*** Records for the exercise Section Begins ***

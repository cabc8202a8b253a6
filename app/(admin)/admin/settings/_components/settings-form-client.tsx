"use client";
import { useActionState, useState } from "react";
import { Alert, Field, buttonClass, describedBy, inputClass } from "@/components/ui/form";
import type { SiteSettings } from "@/db/queries/site-settings";
import { saveSiteSettings } from "../actions/save-site-settings";

export function SettingsForm({ current }: { current: SiteSettings }) {
  const [state, action, pending] = useActionState(saveSiteSettings, null);
  // Controlled, so what the admin typed survives the form reset React does after every action.
  const [paused, setPaused] = useState(current.submissionsPaused);
  const [notice, setNotice] = useState(current.notice ?? "");
  const [reason, setReason] = useState(current.pauseReason ?? "");
  const err = (k: string) => (state && !state.ok ? state.fieldErrors?.[k]?.[0] : undefined);
  return (
    <form action={action} className="card max-w-2xl space-y-5" aria-label="Site settings">
      <Field
        id="notice"
        label="Notice on every page"
        error={err("notice")}
        hint="One or two sentences shown under the header of every page, e.g. planned maintenance. Leave empty for none."
      >
        <textarea
          id="notice"
          name="notice"
          rows={2}
          maxLength={300}
          value={notice}
          onChange={(e) => setNotice(e.target.value)}
          className={inputClass}
          {...describedBy("notice", err("notice"), true)}
        />
      </Field>
      <fieldset className="space-y-3">
        <legend className="text-sm font-medium">New submissions</legend>
        <label className="flex items-start gap-2 text-sm">
          <input
            type="checkbox"
            name="submissionsPaused"
            checked={paused}
            onChange={(e) => setPaused(e.target.checked)}
            className="mt-1"
          />
          <span>
            Pause new submissions and resubmissions. Drafts stay in contributors&apos; browsers; review goes on as
            usual.
          </span>
        </label>
        {paused ? (
          <Field id="pauseReason" label="Why (contributors see this on the submit page)" error={err("pauseReason")}>
            <input
              id="pauseReason"
              name="pauseReason"
              maxLength={300}
              value={reason}
              onChange={(e) => setReason(e.target.value)}
              className={inputClass}
              {...describedBy("pauseReason", err("pauseReason"))}
            />
          </Field>
        ) : null}
      </fieldset>
      <div className="flex flex-wrap items-center gap-3">
        <button type="submit" className={buttonClass()} disabled={pending}>
          {pending ? "Saving…" : "Save settings"}
        </button>
        <div aria-live="polite" className="min-w-0 flex-1">
          {state?.ok ? <Alert tone="success">Saved. Every page shows the change now.</Alert> : null}
          {state && !state.ok && !state.fieldErrors ? <Alert tone="error">{state.error}</Alert> : null}
        </div>
      </div>
    </form>
  );
}
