// A pack page's figures table keeps its size: it shows the like-for-like groups with the most results, says how
// many it shows of how many, and links to the page with all of them; that page (no limit) shows every group.
import { renderToStaticMarkup } from "react-dom/server";
import { describe, expect, it } from "vitest";
import { GroupFiguresTable } from "@/app/(public)/packs/[slug]/_components/group-figures";
import { PACK_PAGE_MAX_GROUPS } from "@/lib/bounded-lists";
import { figuresByGroup } from "@/lib/pack-summary";
import { publicResultRow } from "../../helpers/public-result-row";

// Results in several groups (cut-off and ambient bands differ); the first group gets the most results.
const rows = [3.0, 3.2, 3.3, 3.5, 3.6]
  .flatMap((cutoffVPerCell) =>
    [5, 20, 30].map((ambientTemperatureC) => ({
      cutoffVPerCell,
      ambientTemperatureC,
      groupKey: `dc-step_a${ambientTemperatureC}_co${cutoffVPerCell}_r5-10_new`,
    })),
  )
  .flatMap((m, i) => Array.from({ length: i === 0 ? 3 : 1 }, () => publicResultRow(m)));
const groups = figuresByGroup(rows);
const bodyRows = (html: string) => [...html.matchAll(/<tr><th scope="row">([^<]*)/g)].map((m) => m[1]);

describe("a pack page's figures table", () => {
  it("has more groups than the page shows (the fixture is meaningful)", () => {
    expect(groups.length).toBeGreaterThan(PACK_PAGE_MAX_GROUPS);
  });

  it("shows the groups with the most results, up to the limit, and links to all of them", () => {
    const html = renderToStaticMarkup(
      <GroupFiguresTable
        groups={groups}
        labelledC={100}
        ratedMah={2000}
        cells={4}
        limit={PACK_PAGE_MAX_GROUPS}
        fullHref="/packs/p/groups"
      />,
    );
    const shown = bodyRows(html);
    expect(shown).toHaveLength(PACK_PAGE_MAX_GROUPS);
    expect(shown[0]).toBe(groups[0]?.group.label);
    expect(groups[0]?.n).toBe(3);
    expect(html).toContain(`Showing ${PACK_PAGE_MAX_GROUPS} of ${groups.length} like-for-like groups`);
    expect(html).toContain(`<a href="/packs/p/groups">All ${groups.length} groups →</a>`);
  });

  it("shows every group without a limit, and no note", () => {
    const html = renderToStaticMarkup(<GroupFiguresTable groups={groups} labelledC={100} ratedMah={2000} cells={4} />);
    expect(bodyRows(html)).toHaveLength(groups.length);
    expect(html).not.toContain("Showing");
  });
});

*** Records for the exercise Section Ends ***

[Your instructions]: In the entries above, identify each line that includes the string "shows", then copy it.

[Exercise output]:
          {state?.ok ? <Alert tone="success">Saved. Every page shows the change now.</Alert> : null}
// A pack page's figures table keeps its size: it shows the like-for-like groups with the most results, says how
// many it shows of how many, and links to the page with all of them; that page (no limit) shows every group.
  it("has more groups than the page shows (the fixture is meaningful)", () => {
  it("shows the groups with the most results, up to the limit, and links to all of them", () => {
  it("shows every group without a limit, and no note", () => {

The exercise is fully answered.